Best cybersecurity books from 2020

Building Secure and Reliable Systems

Best Practices for Designing, Implementing, and Maintaining Systems

Google's site-reliability and security teams jointly write down what it actually takes to build systems that are both safe and dependable, from threat models and design reviews to rollback culture and crisis response.

Security Engineering

A Guide to Building Dependable Distributed Systems

Ross Anderson's comprehensive textbook on the design of secure systems, covering protocols, access control, side channels, economics of security, and policy.

The Hacker and the State

Cyber Attacks and the New Normal of Geopolitics

Ben Buchanan's argument that state-on-state cyber operations are not deterrence-shaped (like nuclear) but signaling-shaped: countries use cyber to shape the environment, not to threaten escalation. Builds the case from declassified incidents.

À la trace

Enquête sur les nouveaux territoires de la surveillance

An investigative map of modern surveillance — from data brokers and facial recognition to contact-tracing — charting how continuous digital tracking became normal, by a French tech journalist.

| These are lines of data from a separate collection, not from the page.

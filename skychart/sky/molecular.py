"""Every order of molecular scattering on the sphere, by successive orders of a dense linear operator.

The field is the sphere-integrated coherency tensor of the light at each (level, solar zenith angle), four entries a
point, and the downward irradiance of the ground at each solar zenith angle. The operator gathers, along rays from every
point, the light that the field sends after one more scattering. Its geometry is the same for all wavelengths: it is
binned once on (ray crossing, solar zenith nodes) and then contracted with each wavelength's path weights.
"""

from concurrent.futures import ThreadPoolExecutor
from dataclasses import dataclass

import numpy as np
from numpy.typing import NDArray

from skychart.sky import dipole
from skychart.sky.beam import THREADS, SunTable
from skychart.sky.fan import Fan, first_order
from skychart.sky.field import Field
from skychart.sky.grid import Grid, solar_zenith_nodes_deg
from skychart.sky.interpolation import spline_matrix
from skychart.sky.observer import Station
from skychart.sky.operator import Operator
from skychart.sky.shape import Shape
from skychart.sky.shells import Shells
from skychart.sky.sight import Lines

Array = NDArray[np.float64]


@dataclass(frozen=True, eq=False)
class MolecularLight:
    """The solved light of a sky without haze."""

    field: Field
    scatterers: dipole.Scatterers
    albedo: Array

    def multiple(self, station: Station, lines: Lines) -> Array:
        """I, Q, U of light scattered more than once seen from ``station``, (line, 3, wavelength) [1/sr]."""
        return station.multiple(self.field, lines, self.scatterers, self.albedo)


def solve_field(
    shells: Shells, table: SunTable, grid: Grid, scatterers: dipole.Scatterers, albedo: Array, typical: int
) -> Field:
    """All orders, all sun positions. ``typical``: index of the wavelength whose first order gives the shapes."""
    node_deg = solar_zenith_nodes_deg()
    chi = np.radians(node_deg)
    altitude = shells.altitude_km[:: grid.substeps]
    with ThreadPoolExecutor(THREADS) as pool:
        fans = list(pool.map(lambda level: Fan(shells, grid, level), range(len(altitude))))
        firsts = list(pool.map(lambda fan: first_order(table, fan, chi, scatterers), fans))
    direct = np.maximum(np.cos(table.apparent(0, chi)), 0)[:, None] * table.at(np.zeros(len(chi), np.intp), np.cos(chi))
    tensor = np.stack([first.tensor for first in firsts])
    ground = direct + firsts[0].irradiance
    shapes = (
        Shape.of(node_deg, dipole.trace(tensor[:, :, : dipole.ENTRIES, typical], 2)),
        Shape.of(node_deg, ground[None, :, typical]),
    )
    solved, lit = Operator(fans, chi, shapes, scatterers, albedo).sum_orders(tensor, ground)
    tensor_shape, ground_shape = (shape.every_degree() for shape in shapes)
    refine = spline_matrix(node_deg, tensor_shape.node_deg).astype(np.float32)
    fine = np.einsum("fn,lnew->lfew", refine, solved, optimize=True)
    return Field(altitude, tensor_shape, ground_shape, fine, refine @ lit)
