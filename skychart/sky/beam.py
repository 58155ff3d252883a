"""Direct light: transmission from any altitude toward the sun, rays bent, the planet's shadow exact."""

from concurrent.futures import ThreadPoolExecutor
from dataclasses import dataclass, replace

import numpy as np
from numpy.typing import NDArray

from skychart.sky.refraction import BentRays
from skychart.sky.shells import Shells

Array = NDArray[np.float64]

THREADS = 2  # numpy lets other threads work; more would not pay
_STEP_DEG = 0.0625
_NEGLIGIBLE = 1e-5  # part of the optical depth
_DARK = 1000.0  # optical depth of no light at all
# Columns are computed on coarser steps, as the air mass bends little over them: (up to this zenith angle, every)
_COMPUTED = ((60.0, 1.0), (75.0, 0.5), (85.0, 0.25))


def transmission(shells: Shells, start: int, cos_zenith: Array) -> Array:
    """Irradiance normal to the beam at boundary ``start`` over that outside the air, (..., wavelength); 0 in shadow."""
    rays = BentRays.of(shells)
    seen = rays.apparent(start, np.arccos(np.clip(cos_zenith, -1, 1)))
    clear = seen <= rays.lowest(start)
    beam = rays.thinned(start, seen)[..., None] * np.exp(-rays.depth(start, np.cos(seen)))
    return np.where(clear[..., None], beam, 0.0)


@dataclass(frozen=True, eq=False)
class SunTable:
    """Irradiance of the beam over that outside, by boundary and solar zenith angle every 1/16 degree.

    The optical depths of all wavelengths are sums of a few amounts along the path, as many as there are absorbers and
    scatterers of spectra of their own; these are tabulated. Zenith angles are geometric, rays bent. Beyond the shadow's
    edge the table goes on smoothly, so that interpolation knows no edge; ``at`` cuts it exactly.

    ``amounts`` (boundary, zenith angle, 2 component): amounts, then what they grow by to the next angle. ``spectra``
    (2 component, wavelength): optical depth of an amount, negative, the same for both; that of the last amount is 1.
    ``less``: spectra of a beam to subtract.
    ``refraction`` [rad] (boundary, zenith angle); ``edge`` (boundary,): zenith angle of the shadow's edge in steps.
    ``layers`` (layer, component): the amounts in each layer.
    """

    layers: Array
    amounts: NDArray[np.float32]
    spectra: NDArray[np.float32]
    refraction: Array
    edge: Array
    less: NDArray[np.float32] | None = None

    @classmethod
    def of(cls, shells: Shells) -> "SunTable":
        """Tabulate for every boundary of ``shells``."""
        layers, spectra = _components(shells.extinction_depth)
        rays = BentRays.of(replace(shells, extinction_depth=layers))
        boundaries = range(len(shells.altitude_km))
        lowest = np.array([rays.lowest(start) for start in boundaries])
        at_edge = [float(rays.refraction(start, np.cos(lowest[start]))) for start in boundaries]
        edge = np.degrees(lowest + at_edge) / _STEP_DEG
        uniform = np.arange(0.0, edge.max() + 2) * _STEP_DEG
        computed = _computed_angles(uniform)
        cosine = np.cos(np.radians(computed))
        count = len(spectra) + 1
        amounts = np.zeros((len(edge), len(uniform), 2 * count), np.float32)
        refraction = np.empty(amounts.shape[:2])

        def fill(start: int) -> None:
            depth, bent = rays.depth_and_refraction(start, cosine)
            place = np.interp(uniform, computed + np.degrees(bent), np.arange(len(computed)))
            low = np.minimum(place.astype(int), len(computed) - 2)
            part = (place - low)[:, None]
            thinned = -np.log(_thinned(np.radians(computed), bent, lowest[start]))
            along = np.column_stack([depth, thinned, bent])
            along = along[low] + part * (along[low + 1] - along[low])
            refraction[start] = along[:, -1]
            amounts[start, :, :count] = along[:, :-1]
            amounts[start, :-1, count:] = np.diff(along[:, :-1], axis=0)

        with ThreadPoolExecutor(THREADS) as pool:
            list(pool.map(fill, boundaries))
        return cls(layers, amounts, _doubled(spectra), refraction, edge)

    def of_depth(self, extinction_depth: Array) -> "SunTable":
        """The table of other optical depths (layer, wavelength) of the same absorbers and scatterers in the layers."""
        spectra, *_ = np.linalg.lstsq(self.layers, extinction_depth, rcond=None)
        return replace(self, spectra=_doubled(spectra.astype(float)))

    def at(self, boundary: NDArray[np.intp], cos_zenith: Array) -> NDArray[np.float32]:
        """Transmission toward the sun from ``boundary`` (index), (..., wavelength); arguments broadcast to (...)."""
        angles = self.amounts.shape[1]
        place = np.arccos(cos_zenith) * (180 / np.pi / _STEP_DEG)
        clear = place <= self.edge[boundary]
        low = np.minimum(place.astype(np.intp), angles - 2)
        along = self.amounts.reshape(-1, self.amounts.shape[2]).take(low + boundary * angles, axis=0, mode="clip")
        count = along.shape[-1] // 2
        along[..., count:] *= ((place - low) * clear).astype(np.float32)[..., None]
        along[..., count - 1] += np.where(clear, np.float32(0), np.float32(_DARK))
        light = _transmission(along, self.spectra)
        if self.less is not None:
            light -= _transmission(along, self.less)
        return light

    def split(self) -> tuple["SunTable", "SunTable"]:
        """The first half of the wavelengths, and the second."""
        first, second = np.split(self.spectra, 2, axis=1)
        return replace(self, spectra=first), replace(self, spectra=second)

    def apparent(self, boundary: int, zenith_angle: Array) -> Array:
        """Apparent zenith angle [rad] of the sun at ``boundary``, by its geometric one; broadcasts."""
        place = np.degrees(zenith_angle) / _STEP_DEG
        return zenith_angle - np.interp(place, np.arange(self.refraction.shape[1]), self.refraction[boundary])


def _components(depth: Array) -> tuple[Array, Array]:
    """``depth`` (layer, wavelength) as a product (layer, component) (component, wavelength) of as few as will do."""
    left, size, right = np.linalg.svd(depth, full_matrices=False)
    kept = max(int((size > _NEGLIGIBLE * size[0]).sum()), 1)
    return left[:, :kept] * size[:kept], right[:kept]


def _doubled(spectra: Array) -> NDArray[np.float32]:
    """Spectra as a table keeps them, that of what thins the beam last."""
    whole = -np.concatenate([spectra, np.ones((1, spectra.shape[1]))]).astype(np.float32)
    return np.concatenate([whole, whole])


def _transmission(along: NDArray[np.float32], spectra: NDArray[np.float32]) -> NDArray[np.float32]:
    """Of amounts (..., component) with ``spectra`` (component, wavelength)."""
    light = along.reshape(-1, along.shape[-1]) @ spectra
    np.exp(light, out=light)
    return light.reshape(*along.shape[:-1], -1)


def _thinned(angle: Array, refraction: Array, lowest: float) -> Array:
    """``BentRays.thinned`` from refraction known at apparent zenith angles; past the grazing ray, what that one has."""
    clear = angle <= lowest
    stretch = 1 + np.gradient(refraction[clear], angle[clear])
    seen, true = np.sin(angle[clear]), np.sin((angle + refraction)[clear])
    thinned = np.ones_like(angle)
    thinned[clear] = np.where(true > 0, seen / np.where(true > 0, true, 1), 1 / stretch) / stretch
    thinned[~clear] = thinned[clear][-1]
    return thinned


def _computed_angles(uniform: Array) -> Array:
    keep = np.ones(len(uniform), bool)
    below = 0.0
    for limit, every in _COMPUTED:
        inside = (uniform >= below) & (uniform < limit)
        keep &= ~inside | (np.round(uniform / _STEP_DEG) % round(every / _STEP_DEG) == 0)
        below = limit
    return uniform[keep]
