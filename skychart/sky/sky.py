"""The solved sky of one atmosphere, for every sun and direction."""

from collections.abc import Callable
from dataclasses import dataclass, field, replace
from typing import Protocol

import numpy as np
from numpy.typing import ArrayLike, NDArray

from skychart.errors import InputError
from skychart.sky import beam, dipole
from skychart.sky.atmosphere import Atmosphere
from skychart.sky.grid import Grid
from skychart.sky.hazy import HAZY_GRID, solve_hazy
from skychart.sky.hemisphere import over_hemisphere, peak_missed
from skychart.sky.molecular import MolecularLight, solve_field
from skychart.sky.observer import Station
from skychart.sky.shells import level_altitudes, subdivide
from skychart.sky.sight import Lines

Array = NDArray[np.float64]

LOWEST_SUN_DEG = -12.0
HIGHEST_OBSERVER_KM = 50.0
_SHAPE_WAVELENGTH_NM = 500.0


def solve(air: Atmosphere, grid: Grid | None = None) -> "Sky":
    """Solve every order of scattering for each wavelength of ``air`` and all sun heights at once.

    ``grid``: by default the standard one without haze, and a coarser one with it, whose errors the correction shares.
    """
    grid = grid or (Grid() if air.haze is None else HAZY_GRID)
    air_top = float(air.level_altitude_km[-1])
    station = Station.of(air, subdivide(level_altitudes(air_top, grid.levels), grid.substeps))
    away = np.abs(air.wavelength_nm - _SHAPE_WAVELENGTH_NM)
    typical = int(np.flatnonzero(away == away.min())[-1])  # the longer one of two alike: its light reaches deeper
    if air.haze is not None:
        return Sky(air, station, solve_hazy(air, grid, station, typical))
    scatterers = _molecules(air)
    solved = solve_field(station.shells, station.table, grid, scatterers, air.ground_albedo, typical)
    return Sky(air, station, MolecularLight(solved, scatterers, air.ground_albedo))


class Light(Protocol):
    """What a solution knows."""

    def multiple(self, station: Station, lines: Lines) -> Array:
        """I, Q, U of light scattered more than once seen from ``station``, (line, 3, wavelength) [1/sr]."""


@dataclass(frozen=True, eq=False)
class Sky:
    """A solved sky. Angles in degrees; solar elevations are geometric (as without refraction), -12 to 90.

    Relative azimuth 0 looks toward the sun's azimuth, 180 away from it. Angles broadcast together; the wavelength axis,
    that of the atmosphere, is last. Radiance and irradiance are per unit solar irradiance at the top of the atmosphere.
    Q is positive where the electric vector is perpendicular to the vertical plane of the line of sight; U is that of
    Natraj, Li & Yung 2009 (doi:10.1088/0004-637X/691/2/1909): odd in the azimuth, negative toward a low sun's side.
    """

    air: Atmosphere
    ground: Station
    light: Light
    aloft: dict[float, Station] = field(default_factory=dict, repr=False)  # by altitude, made when asked for

    def stokes(
        self,
        solar_elevation_deg: ArrayLike,
        view_elevation_deg: ArrayLike,
        relative_azimuth_deg: ArrayLike,
        altitude_km: float = 0.0,
    ) -> Array:
        """I, Q, U of the sky's diffuse light [1/sr], shape (..., 3, wavelength).

        View elevation -90 to 90; below the horizon the line of sight ends on the lit ground. ``altitude_km`` 0 to 50.
        Raises InputError.
        """
        view = solar_elevation_deg, view_elevation_deg, relative_azimuth_deg, altitude_km
        return self.single(*view) + self.multiple(*view)

    def single(
        self,
        solar_elevation_deg: ArrayLike,
        view_elevation_deg: ArrayLike,
        relative_azimuth_deg: ArrayLike,
        altitude_km: float = 0.0,
    ) -> Array:
        """The part of ``stokes`` scattered once from the beam."""
        molecules, phase = _molecules(self.air), None if self.air.haze is None else self.air.haze.phase_at
        angles = solar_elevation_deg, view_elevation_deg, relative_azimuth_deg
        return self._seen(lambda station, lines: station.single(lines, molecules, phase), angles, altitude_km)

    def met_by_haze(
        self,
        solar_elevation_deg: ArrayLike,
        view_elevation_deg: ArrayLike,
        relative_azimuth_deg: ArrayLike,
        altitude_km: float = 0.0,
    ) -> Array:
        """What the haze's phase function multiplies in ``single``, (..., wavelength). Hazy air only."""
        angles = solar_elevation_deg, view_elevation_deg, relative_azimuth_deg
        return self._seen(Station.met_by_haze, angles, altitude_km)

    def multiple(
        self,
        solar_elevation_deg: ArrayLike,
        view_elevation_deg: ArrayLike,
        relative_azimuth_deg: ArrayLike,
        altitude_km: float = 0.0,
    ) -> Array:
        """The part of ``stokes`` scattered more than once or by the ground."""
        angles = solar_elevation_deg, view_elevation_deg, relative_azimuth_deg
        return self._seen(self.light.multiple, angles, altitude_km)

    def beam(self, solar_elevation_deg: ArrayLike, altitude_km: float = 0.0) -> Array:
        """Direct transmission from the sun, shape (..., wavelength); 0 where the planet hides it."""
        elevation = within("solar elevation", solar_elevation_deg, LOWEST_SUN_DEG, 90)
        station = self._station(altitude_km)
        return beam.transmission(station.shells, station.start, np.sin(np.radians(elevation)))

    def apparent_elevation_deg(self, solar_elevation_deg: ArrayLike, altitude_km: float = 0.0) -> Array:
        """Elevation [degrees] at which the refracted sun stands or, below the horizon, would stand, (...)."""
        elevation = within("solar elevation", solar_elevation_deg, LOWEST_SUN_DEG, 90)
        station = self._station(altitude_km)
        return 90 - np.degrees(station.table.apparent(station.start, np.radians(90 - elevation)))

    def ground_irradiance(self, solar_elevation_deg: ArrayLike) -> tuple[Array, Array]:
        """Diffuse and direct irradiance of the horizontal ground, each (..., wavelength)."""
        diffuse = self.single_irradiance(solar_elevation_deg) + self.multiple_irradiance(solar_elevation_deg)
        return diffuse, self.direct_irradiance(solar_elevation_deg)

    def direct_irradiance(self, solar_elevation_deg: ArrayLike, altitude_km: float = 0.0) -> Array:
        """Irradiance of a horizontal plane by the sun itself, (..., wavelength)."""
        transmission = self.beam(solar_elevation_deg, altitude_km)
        height = np.sin(np.radians(self.apparent_elevation_deg(solar_elevation_deg, altitude_km)))
        return np.maximum(height, 0)[..., None] * transmission

    def single_irradiance(self, solar_elevation_deg: ArrayLike, altitude_km: float = 0.0) -> Array:
        """Irradiance of a horizontal plane by light scattered once, (..., wavelength)."""
        light = over_hemisphere(self.single, solar_elevation_deg, altitude_km)
        if self.air.haze is not None:
            seen = self.apparent_elevation_deg(solar_elevation_deg, altitude_km)
            light += peak_missed(self.met_by_haze, self.air.haze.phase_at, solar_elevation_deg, seen, altitude_km)
        return light

    def multiple_irradiance(self, solar_elevation_deg: ArrayLike, altitude_km: float = 0.0) -> Array:
        """Irradiance of a horizontal plane by light scattered more than once or by the ground, (..., wavelength)."""
        return over_hemisphere(self.multiple, solar_elevation_deg, altitude_km)

    def _seen(
        self,
        look: Callable[[Station, Lines], Array],
        angles_deg: tuple[ArrayLike, ArrayLike, ArrayLike],
        altitude_km: float,
    ) -> Array:
        """What ``look`` makes of lines of sight, (line, ...), in the shape that the angles broadcast to."""
        shape, lines = lines_of_sight(*angles_deg)
        found = look(self._station(altitude_km), lines)
        return found.reshape(*shape, *found.shape[1:])

    def _station(self, altitude_km: float) -> Station:
        altitude = float(within("altitude", altitude_km, 0, HIGHEST_OBSERVER_KM, "km"))
        boundaries = self.ground.shells.altitude_km
        if altitude in boundaries:
            return replace(self.ground, start=int(np.searchsorted(boundaries, altitude)))
        if altitude not in self.aloft:
            self.aloft[altitude] = Station.of(self.air, np.sort(np.append(boundaries, altitude)), altitude)
        return self.aloft[altitude]


def _molecules(air: Atmosphere) -> dipole.Scatterers:
    return dipole.Scatterers(*dipole.molecular_coefficients(air.depolarisation))


def within(name: str, value: ArrayLike, low: float, high: float, unit: str = "°") -> Array:
    """``value`` as an array of floats; InputError if any lies outside ``low`` to ``high`` or is not a number."""
    array = np.asarray(value, dtype=float)
    bad = ~((array >= low) & (array <= high))
    if bad.any():
        raise InputError(f"{name} is {array[bad].flat[0]:g}{unit}, accepted: {low:g}{unit} to {high:g}{unit}")
    return array


def lines_of_sight(
    solar_elevation_deg: ArrayLike, view_elevation_deg: ArrayLike, relative_azimuth_deg: ArrayLike
) -> tuple[tuple[int, ...], Lines]:
    """The shape that angles [degrees] broadcast to, and their lines of sight one by one. Raises InputError."""
    angles = np.broadcast_arrays(
        within("solar elevation", solar_elevation_deg, LOWEST_SUN_DEG, 90),
        within("view elevation", view_elevation_deg, -90, 90),
        within("relative azimuth", relative_azimuth_deg, -360, 360),
    )
    sun, view, azimuth = (angle.ravel() for angle in angles)
    return angles[0].shape, Lines(np.radians(90 - sun), np.sin(np.radians(view)), np.radians(azimuth))
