"""Straight rays from one level through all others: where they cross, and how much each crossing's source counts.

Along a ray the source between two crossings is taken linear in the fraction of that segment's optical depth. A ray
crosses a level at most twice: coming down to its tangent point or the ground ("inward") and going out to space
("outward"). Arrays over crossings have shape (ray, 2, level): axis 1 is inward, outward.
"""

from collections.abc import Sequence
from dataclasses import dataclass

import numpy as np
from numpy.typing import NDArray

from skychart.sky.shells import distance_from_tangent, tangent_altitude

Array = NDArray[np.float64]

INWARD, OUTWARD = 0, 1


@dataclass(frozen=True, eq=False)
class Crossings:
    """Crossings of a fan of rays with the levels.

    ``reached`` (ray, 2, level).
    ``weight`` (scatterer, ray, 2, level, wavelength): what a unit of a scatterer's source (radiance per unit of its
    scattering optical depth) at a crossing adds to the radiance at the start.
    ``cos_turn``, ``sin_turn`` (ray, 2, level): angle at the planet's centre between start and crossing.
    ``ground`` (ray, wavelength): transmission from the ground, 0 for a ray that misses it; ``ground_cos_turn``,
    ``ground_sin_turn`` (ray,).
    """

    reached: NDArray[np.bool_]
    weight: Array
    cos_turn: Array
    sin_turn: Array
    ground: Array
    ground_cos_turn: Array
    ground_sin_turn: Array


def crossings(
    altitude_km: Array,
    scattering: Sequence[Array],
    extinction: Array,
    start: int,
    cos_zenith: Array,
    planet_radius_km: float,
) -> Crossings:
    """Follow rays from level ``start`` at zenith angles arccos(``cos_zenith``), shape (ray,).

    ``altitude_km`` (level,) ascending from 0; ``scattering`` and ``extinction``: slant optical depth of each layer on
    one side of the tangent point, 0 below it, shape (ray, layer, wavelength), ``scattering`` one for each scatterer.
    """
    tangent = tangent_altitude(altitude_km[start], cos_zenith, planet_radius_km)
    down = cos_zenith < 0
    strikes = down & (tangent < 0)
    lowest = np.where(strikes, 0, np.searchsorted(altitude_km, tangent, side="left"))
    first_out = np.where(down, lowest, start)
    level = np.arange(len(altitude_km))
    inward = down[:, None] & (level <= start) & (level >= lowest[:, None])
    outward = ~strikes[:, None] & (level >= first_out[:, None])

    below = np.concatenate([np.zeros_like(extinction[:, :1]), np.cumsum(extinction, axis=1)], axis=1)
    here = below[:, start, None]
    depth_inward = here - below
    depth_outward = below + np.where(down[:, None, None], here, -here)
    near, far = _segment_weights(extinction)
    arriving = np.exp(-np.maximum(depth_inward[:, 1:], 0)) * (inward[:, 1:] & inward[:, :-1])[..., None]
    leaving = np.exp(-np.maximum(depth_outward[:, :-1], 0)) * (outward[:, :-1] & outward[:, 1:])[..., None]
    turning = _TurningSegments.of(extinction, depth_inward, down & ~strikes, lowest)
    weight = np.zeros((len(scattering), len(cos_zenith), 2, len(altitude_km), extinction.shape[2]))
    for share, depth in zip(weight, scattering, strict=True):
        share[:, INWARD, 1:] += arriving * near * depth
        share[:, INWARD, :-1] += arriving * far * depth
        share[:, OUTWARD, :-1] += leaving * near * depth
        share[:, OUTWARD, 1:] += leaving * far * depth
        turning.add(share, depth)

    turns = [_turn(altitude_km, tangent, sign, altitude_km[start], cos_zenith, planet_radius_km) for sign in (-1, 1)]
    cos_turn = np.stack([turn[0] for turn in turns], axis=1)
    sin_turn = np.stack([turn[1] for turn in turns], axis=1)
    return Crossings(
        reached=np.stack([inward, outward], axis=1),
        weight=weight,
        cos_turn=cos_turn,
        sin_turn=sin_turn,
        ground=np.where(strikes[:, None], np.exp(-here[:, 0]), 0.0),
        ground_cos_turn=cos_turn[:, INWARD, 0],
        ground_sin_turn=sin_turn[:, INWARD, 0],
    )


@dataclass(frozen=True, eq=False)
class _TurningSegments:
    """Segments through the tangent point, from the lowest level a ray reaches back to the same level."""

    ray: NDArray[np.intp]
    level: NDArray[np.intp]
    near: Array
    far: Array

    @classmethod
    def of(
        cls, extinction: Array, depth_inward: Array, turns: NDArray[np.bool_], lowest: NDArray[np.int_]
    ) -> "_TurningSegments":
        ray = np.nonzero(turns & (lowest > 0))[0]
        level = lowest[ray]
        near, far = _segment_weights(2 * extinction[ray, level - 1])
        arriving = np.exp(-depth_inward[ray, level])
        return cls(ray, level, arriving * near, arriving * far)

    def add(self, weight: Array, scattering: Array) -> None:
        depth = 2 * scattering[self.ray, self.level - 1]
        weight[self.ray, INWARD, self.level] += self.near * depth
        weight[self.ray, OUTWARD, self.level] += self.far * depth


def _segment_weights(extinction: Array) -> tuple[Array, Array]:
    """Shares of a segment's two ends, per unit of scattering depth, for a source linear in its optical depth."""
    thin = extinction < 1e-2
    x = np.where(thin, 1.0, extinction)
    absorbed = -np.expm1(-x)
    far = np.where(
        thin, 1 / 2 - extinction * (1 / 3 - extinction * (1 / 8 - extinction / 30)), (absorbed - x * np.exp(-x)) / x**2
    )
    both = np.where(thin, 1 - extinction * (1 / 2 - extinction * (1 / 6 - extinction / 24)), absorbed / x)
    return both - far, far


def _turn(
    altitude_km: Array, tangent_km: Array, sign: int, start_km: float, cos_zenith: Array, planet_radius_km: float
) -> tuple[Array, Array]:
    """Cosine and sine of the angle at the planet's centre from the start to each level, shape (ray, level)."""
    nearest = np.maximum(tangent_km[:, None], -planet_radius_km)
    along = sign * distance_from_tangent(np.maximum(altitude_km, nearest), nearest, planet_radius_km)
    start_radius = planet_radius_km + start_km
    travelled = along - (start_radius * cos_zenith)[:, None]
    radius = planet_radius_km + altitude_km
    cosine = (start_radius + travelled * cos_zenith[:, None]) / radius
    sine = travelled * np.sqrt(np.maximum(0.0, 1 - cos_zenith**2))[:, None] / radius
    return cosine, sine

Alice and Bob Learn Application Security

Tanya Janca's hands-on AppSec primer covering threat modeling, secure design, secure coding, testing, deployment, and the social side of running an AppSec program — through a friendly, narrative-driven structure.

Black Hat Go

Go Programming For Hackers and Pentesters

Tom Steele, Chris Patten, and Dan Kottmann show how to use Go's networking primitives, concurrency model, and cross-compilation to write offensive tooling that runs almost anywhere.

Container Security

Fundamentals for Securing Containerized Applications

Liz Rice's first-principles introduction to how Linux containers actually work — namespaces, cgroups, capabilities, seccomp, image layering — and the security implications that fall out of those mechanics.

The Ghidra Book

The Definitive Guide

The reference manual for the NSA's open-source disassembler, written by the author of The IDA Pro Book. Exhaustive on the tool, thinner on the craft of reversing itself.

Web Security for Developers

Real Threats, Practical Defense

Malcolm McDonald's developer-side primer on the OWASP-class issues, framed around real attacks and defended with code patterns rather than vendor products.

Intelligence artificielle, cybersécurité et cyberdéfense

An academic examination of how artificial intelligence reshapes cybersecurity and cyberdefence — opportunities, threats and strategic implications — by France's most prolific cyberwar scholar.